“可能沒有辦法放棄,抱歉.”

復遙岑道。

黎陽眼神終於稍變,深深看他幾眼後,垂下眸繼續喝茶。

灌下一整杯茶後,在復遙岑再次體貼給她斟茶時,黎陽適時表示:“既然這樣,那沒什麼事了,復先生要是忙,就不用作陪了.”

復遙岑問:“要回去了嗎?我送你們.”

“我再坐坐。

謝謝.”

復遙岑眼神放到桌子對面,女孩子低頭瞧著茶杯,神色倦怠,精美的五官像蒙了一層凌晨三點的月光,模模糊糊,有些旅途疲憊的狀態。

“黎小姐,是我個人原因,和這個職業本身、和你,沒有一分關係。

對於這個事情到最後一步才沒談攏,讓你措手不及,我很抱歉.”

復遙岑起身。

黎陽目視他離開的背影出神,直到人消失在樓梯口,都有些沒回過神來,或者說沒徹底接受了這個事情的結果。

直到一位服務員朝她走來。

服務員把兩個檀木色禮盒置於桌面,上面印著“雲福茶莊”的祥雲logo,一看裡面就是裝著茶葉。
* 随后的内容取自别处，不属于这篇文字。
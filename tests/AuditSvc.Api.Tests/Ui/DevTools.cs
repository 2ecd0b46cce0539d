using System.Diagnostics;
using System.Net.Http.Json;
using System.Net.WebSockets;
using System.Text;
using System.Text.Json;

namespace AuditSvc.Api.Tests.Ui;

/// <summary>
/// A minimal Chrome DevTools protocol client over System.Net.WebSockets: one headless Chromium with a debugging
/// port, one page, commands answered in order. Enough to put a cookie in place, navigate, read the DOM and take a
/// screenshot, which the command-line flags cannot do for a page behind a sign-in.
/// </summary>
internal sealed class DevTools : IAsyncDisposable
{
    private readonly Process _browser;
    private readonly string _profile;
    private readonly ClientWebSocket _socket = new();
    private readonly List<JsonElement> _events = [];
    private int _nextId;

    private DevTools(Process browser, string profile) { _browser = browser; _profile = profile; }

    public static async Task<DevTools> StartAsync()
    {
        var profile = Directory.CreateTempSubdirectory("auditsvc-chromium-").FullName;
        var browser = Process.Start(Chromium.StartInfo(profile, ["--remote-debugging-port=0", "about:blank"]))!;
        browser.OutputDataReceived += (_, _) => { };
        browser.ErrorDataReceived += (_, _) => { };
        browser.BeginOutputReadLine();
        browser.BeginErrorReadLine();
        var tools = new DevTools(browser, profile);
        try
        {
            // Chromium writes the port it chose into the profile; wait for it (a guard against a hang, not a timing check).
            var portFile = Path.Combine(profile, "DevToolsActivePort");
            var guard = Stopwatch.StartNew();
            while (!File.Exists(portFile) || new FileInfo(portFile).Length == 0)
            {
                if (browser.HasExited || guard.Elapsed > TimeSpan.FromMinutes(1)) throw new InvalidOperationException("chromium did not open its debugging port");
                await Task.Delay(50);
            }
            var port = int.Parse((await File.ReadAllLinesAsync(portFile))[0], System.Globalization.CultureInfo.InvariantCulture);
            using var http = new HttpClient { BaseAddress = new Uri($"http://127.0.0.1:{port}") };
            var targets = await http.GetFromJsonAsync<JsonElement>("/json/list");
            var page = targets.EnumerateArray().First(t => t.GetProperty("type").GetString() == "page");
            await tools._socket.ConnectAsync(new Uri(page.GetProperty("webSocketDebuggerUrl").GetString()!), CancellationToken.None);
            return tools;
        }
        catch
        {
            await tools.DisposeAsync();
            throw;
        }
    }

    /// <summary>Sends a command and returns its result; events that arrive meanwhile are kept for <see cref="WaitForEventAsync"/>.</summary>
    public async Task<JsonElement> SendAsync(string method, object? parameters = null)
    {
        var id = ++_nextId;
        var bytes = JsonSerializer.SerializeToUtf8Bytes(new { id, method, @params = parameters ?? new { } });
        await _socket.SendAsync(bytes, WebSocketMessageType.Text, endOfMessage: true, CancellationToken.None);
        while (true)
        {
            var message = await ReceiveAsync();
            if (message.TryGetProperty("id", out var got) && got.GetInt32() == id)
            {
                if (message.TryGetProperty("error", out var error)) throw new InvalidOperationException($"{method}: {error}");
                return message.GetProperty("result");
            }
            if (message.TryGetProperty("method", out _)) _events.Add(message);
        }
    }

    public async Task WaitForEventAsync(string method)
    {
        while (true)
        {
            var seen = _events.FindIndex(e => e.GetProperty("method").GetString() == method);
            if (seen >= 0)
            {
                _events.RemoveAt(seen);
                return;
            }
            var message = await ReceiveAsync();
            if (message.TryGetProperty("method", out _)) _events.Add(message);
        }
    }

    /// <summary>Navigates and waits for the load event.</summary>
    public async Task NavigateAsync(Uri url)
    {
        _events.RemoveAll(e => e.GetProperty("method").GetString() == "Page.loadEventFired");
        await SendAsync("Page.navigate", new { url = url.ToString() });
        await WaitForEventAsync("Page.loadEventFired");
    }

    public async Task<string> EvaluateAsync(string expression) =>
        (await SendAsync("Runtime.evaluate", new { expression, returnByValue = true, awaitPromise = true })).GetProperty("result").GetProperty("value").ToString();

    /// <summary>Runs a script that leads to a new page (a click, a form submission) and waits for that page's load event.</summary>
    public async Task FollowAsync(string script)
    {
        _events.RemoveAll(e => e.GetProperty("method").GetString() == "Page.loadEventFired");
        await SendAsync("Runtime.evaluate", new { expression = script });
        await WaitForEventAsync("Page.loadEventFired");
    }

    /// <summary>The window a reviewer's laptop shows (CSS pixels).</summary>
    public Task ViewportAsync(int width, int height) =>
        SendAsync("Emulation.setDeviceMetricsOverride", new { width, height, deviceScaleFactor = 1, mobile = false });

    /// <summary>A PNG of the page region starting at <paramref name="top"/> (CSS pixels), the page's full width.</summary>
    public async Task<byte[]> ScreenshotAsync(double top, double height)
    {
        var width = double.Parse(await EvaluateAsync("String(document.documentElement.scrollWidth)"), System.Globalization.CultureInfo.InvariantCulture);
        var shot = await SendAsync("Page.captureScreenshot", new
        {
            format = "png",
            captureBeyondViewport = true,
            clip = new { x = 0, y = top, width, height, scale = 1 },
        });
        return Convert.FromBase64String(shot.GetProperty("data").GetString()!);
    }

    private async Task<JsonElement> ReceiveAsync()
    {
        using var buffer = new MemoryStream();
        var chunk = new byte[64 * 1024];
        using var guard = new CancellationTokenSource(TimeSpan.FromMinutes(2)); // against a hang, not a timing check
        WebSocketReceiveResult r;
        do
        {
            r = await _socket.ReceiveAsync(chunk, guard.Token);
            if (r.MessageType == WebSocketMessageType.Close) throw new InvalidOperationException("chromium closed the DevTools connection");
            buffer.Write(chunk, 0, r.Count);
        } while (!r.EndOfMessage);
        return JsonDocument.Parse(Encoding.UTF8.GetString(buffer.GetBuffer(), 0, (int)buffer.Length)).RootElement.Clone();
    }

    public async ValueTask DisposeAsync()
    {
        _socket.Dispose();
        if (!_browser.HasExited) _browser.Kill(entireProcessTree: true);
        await _browser.WaitForExitAsync();
        _browser.Dispose();
        Chromium.TryDelete(_profile);
    }
}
接著在她困惑的目光下對她說:“黎小姐好,這是雲福茶莊的茶葉,復先生說黎小姐喜歡。

見您對祁紅也很感興趣,他也覺得雲福的祁紅不錯,所以黎小姐可以嚐嚐。

這裡面東方美人和祁紅各雙份,另一份送和您同行的那位小姐.”

黎陽定定地看著眼前的茶盒好幾秒,忽然一股挫敗感湧入心頭,她雙手捧著臉頰,露出有別於剛剛面對復遙岑時端莊大氣的苦惱的神色。

怎麼辦,婚約取消了,那她的工作怎麼辦?

幾分鐘後,她給韶凝發訊息:“他走了.”

韶凝的腳步聲很快傳到耳邊,閃入屏風後坐在剛剛復遙岑那一面,“他這麼快走了?”

話落,見黎陽臉色稍虞,她心口隨之一突:“不順利嗎?”

黎陽:“他說,他不希望另一半是記者,還是駐外記者.”

韶凝張口就疑惑道:“什麼?這就是他取消婚約的原因?為什麼?”

“我沒問.”

黎陽苦笑,“好像沒有意義了.”

韶凝一下啞口無言,確實沒有意義了,問了又能怎麼樣呢。

她深呼口氣,安撫黎陽:“沒事,再想別的辦法,離你研究生畢業還有三年時間,你不要著急.”

黎陽點點頭,急也沒用。

韶凝見桌上的點心都沒碰過,推薦她吃點心,“很好吃,既然來了就不要白來,怎麼也得填飽肚子.”

黎陽百無聊賴,隨意捏起一塊。

點心含著淡淡的桂花香,香氣甜而不膩,很有錫城的風味。

“想什麼?”

她捏著糕點看了好久,沒吃也沒動,心神不寧的模樣,韶凝不禁問。

黎陽聲色輕飄如茶香,隱隱約約:“可惜我們這些人身不由己,不然復遙岑……”她抬眸看韶凝,淺笑一番,“也算良人.”

“你才見他不到一小時,且合作也沒談成,還覺得他是良人?”

韶凝朝她眨了眨眸子,揶揄。

黎陽挺肯定地點點頭,“雖然沒談成,但是他有他的理由,我也不好強人所難.”

她下巴微抬,指了指桌上那兩盒茶葉。

韶凝才發現那東西,得知是復遙岑安排的,嘴角一勾:“他確實蠻會做事,不愧是江南百年復家出來的公子哥,這些人情世故都是骨子裡生出來的.”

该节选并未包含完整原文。